▶ **Task to carry out**:
Repeat nothing but the lines below running from the one containing "inches? try --units" to the one containing "with three significant". Keep both end lines.

>>

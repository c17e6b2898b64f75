// Package scanerr holds the error values the scan readers (scan/stl,
// scan/ply, scan/xyz) share, so that callers can test for them once.
package scanerr

import (
	"errors"
	"strconv"
)

// Errors wrapped in a *ParseError by every reader.
var (
	// ErrTooManyPoints means the file holds more points (vertices) than
	// the reader's MaxPoints option allows.
	ErrTooManyPoints = errors.New("too many points")
	// ErrNotFinite means a coordinate is NaN or infinite.
	ErrNotFinite = errors.New("coordinate is not finite")
)

// ParseError locates a decoding error in the input.
type ParseError struct {
	Name   string // the input's name, e.g. "pan.stl"
	Line   int    // 1-based line for text input; 0 for binary data
	Column int    // 1-based byte column within Line; 0 if not known
	Offset int64  // byte offset from the start of the input; -1 if not known
	Err    error
}

// Error returns "name: line L, column C: err", or "name: byte B: err" for
// binary data.
func (e *ParseError) Error() string {
	s := e.Name
	if s == "" {
		s = "input"
	}
	switch {
	case e.Line > 0:
		s += ": line " + strconv.Itoa(e.Line)
		if e.Column > 0 {
			s += ", column " + strconv.Itoa(e.Column)
		}
	case e.Offset >= 0:
		s += ": byte " + strconv.FormatInt(e.Offset, 10)
	}
	return s + ": " + e.Err.Error()
}

// Unwrap returns the underlying error.
func (e *ParseError) Unwrap() error { return e.Err }
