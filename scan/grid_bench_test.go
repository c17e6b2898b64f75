package scan

import (
	"os"
	"testing"
)

// benchPLY is a 2 million point scan of a pan base the benchmarks grid
// when it is present (see the repository's benchmark notes).
const benchPLY = "/tmp/gfbench/pan-2m.ply"

// levelledFile reads and levels the scan at path as the analysis does
// (readAndLevel), or skips the benchmark when the file is missing.
func levelledFile(b *testing.B, path string) *Levelled {
	b.Helper()
	f, err := os.Open(path)
	if err != nil {
		b.Skipf("no benchmark scan: %v", err)
	}
	defer f.Close()
	st, err := f.Stat()
	if err != nil {
		b.Fatal(err)
	}
	c, err := Read(f, ReadOptions{Name: path, SizeBytes: st.Size()})
	if err != nil {
		b.Fatal(err)
	}
	l, err := Level(c, LevelOptions{Reuse: true, DropNormals: true})
	if err != nil {
		b.Fatal(err)
	}
	return l
}

// BenchmarkGridPLY2M grids the levelled 2 million point scan with the
// analysis's default options (automatic cell, 8 mm cut-off) and reports
// the points gridded per second and the CPU time per grid (all
// processors).
func BenchmarkGridPLY2M(b *testing.B) {
	l := levelledFile(b, benchPLY)
	opt := GridOptions{OutlierK: DefaultOutlierK, MaxCells: 4_000_000, MaxCellM: 8e-3 / 4}
	b.ResetTimer()
	cpu0 := cpuTime()
	for b.Loop() {
		if _, err := Grid(l, opt); err != nil {
			b.Fatal(err)
		}
	}
	b.ReportMetric(float64(len(l.Cloud.Points))*float64(b.N)/b.Elapsed().Seconds(), "points/s")
	b.ReportMetric(float64(cpuTime()-cpu0)/1e6/float64(b.N), "cpu-ms/op")
}
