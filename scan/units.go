package scan

import (
	"fmt"
	"math"
)

// The diameters of cookware bases thought plausible, m: from a small milk
// pan to a large stock pot or paella pan. Our choice; no standard sets
// them. A scan whose base falls outside was probably written in another
// length unit than the one it was read in.
const (
	MinBaseDiameterM = 0.080
	MaxBaseDiameterM = 0.400
)

// hintUnits are the units UnitsHintRange tries, in this order.
var hintUnits = [...]string{"in", "m", "um", "mm"}

// UnitsHint returns the length unit, "m", "in" or "um", in which a file
// read as millimetres would give a base diameter in the plausible range
// [MinBaseDiameterM, MaxBaseDiameterM]; diameterM is the diameter measured
// from the file read as millimetres, m. ok is false when the diameter is
// plausible already, or no unit makes it so. Example: a 200 mm base
// written in inches reads as 7.9 mm, and UnitsHint(0.0079) is "in".
func UnitsHint(diameterM float64) (unit string, ok bool) {
	return UnitsHintRange(diameterM, "mm", MinBaseDiameterM, MaxBaseDiameterM)
}

// UnitsHintRange is UnitsHint for a file read in readUnit ("mm", "m",
// "um" or "in"; "" means mm) and a plausible range [minM, maxM] of base
// diameters, m. It returns the first of in, m, um, mm (other than readUnit)
// that puts the diameter in the range.
func UnitsHintRange(diameterM float64, readUnit string, minM, maxM float64) (unit string, ok bool) {
	if readUnit == "" {
		readUnit = "mm"
	}
	from, err := UnitScale(readUnit)
	if err != nil || !(diameterM > 0) || math.IsInf(diameterM, 0) || (diameterM >= minM && diameterM <= maxM) {
		return "", false
	}
	for _, u := range hintUnits {
		to, _ := UnitScale(u)
		if u == readUnit {
			continue
		}
		if d := diameterM * to / from; d >= minM && d <= maxM {
			return u, true
		}
	}
	return "", false
}

// unitWords names a unit in a sentence.
func unitWords(unit string) string {
	switch unit {
	case "in":
		return "inches"
	case "m":
		return "metres"
	case "um":
		return "micrometres (µm)"
	}
	return "millimetres"
}

// SizeError says that a base's diameter is implausible for cookware in the
// unit the file was read in, and which unit would make it plausible.
type SizeError struct {
	// Name names the scan, e.g. "pan.stl"; it may be empty.
	Name string
	// DiameterM is the base (or, when no base was found, the scan's)
	// diameter as read, m.
	DiameterM float64
	// Unit is the unit the file was read in; Hint the unit that would give
	// a plausible diameter ("" when none does).
	Unit, Hint string
	// Scan is true when DiameterM is the whole scan's width, not a base's.
	Scan bool
	// Err is the error that stopped Level, if any.
	Err error
}

// Error says what is implausible and what to try, e.g. "the base measures
// 7.9 mm across, implausible for cookware (80–400 mm); is the file in
// inches? try --units in".
func (e *SizeError) Error() string {
	what := "the base measures"
	if e.Scan {
		what = "the scan measures about"
	}
	s := fmt.Sprintf("%s %s across, implausible for cookware (%.0f–%.0f mm)", what, formatLength(e.DiameterM),
		MinBaseDiameterM*1e3, MaxBaseDiameterM*1e3)
	if e.Hint != "" {
		s += fmt.Sprintf("; is the file in %s? try --units %s", unitWords(e.Hint), e.Hint)
	}
	if e.Err != nil {
		s = e.Err.Error() + "; " + s
	}
	if e.Name != "" {
		s = e.Name + ": " + s
	}
	return s
}

// Unwrap returns the error that stopped Level, if any.
func (e *SizeError) Unwrap() error { return e.Err }

// formatLength writes a length given in m in mm with three significant
// digits, or in m above 10 m.
func formatLength(m float64) string {
	mm := m * 1e3
	switch {
	case m >= 10:
		return fmt.Sprintf("%.0f m", m)
	case mm >= 100:
		return fmt.Sprintf("%.0f mm", mm)
	case mm >= 1:
		return fmt.Sprintf("%.1f mm", mm)
	}
	return fmt.Sprintf("%.3g mm", mm)
}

<<

▶ **Task result**:
// inches? try --units in".
func (e *SizeError) Error() string {
	what := "the base measures"
	if e.Scan {
		what = "the scan measures about"
	}
	s := fmt.Sprintf("%s %s across, implausible for cookware (%.0f–%.0f mm)", what, formatLength(e.DiameterM),
		MinBaseDiameterM*1e3, MaxBaseDiameterM*1e3)
	if e.Hint != "" {
		s += fmt.Sprintf("; is the file in %s? try --units %s", unitWords(e.Hint), e.Hint)
	}
	if e.Err != nil {
		s = e.Err.Error() + "; " + s
	}
	if e.Name != "" {
		s = e.Name + ": " + s
	}
	return s
}

// Unwrap returns the error that stopped Level, if any.
func (e *SizeError) Unwrap() error { return e.Err }

// formatLength writes a length given in m in mm with three significant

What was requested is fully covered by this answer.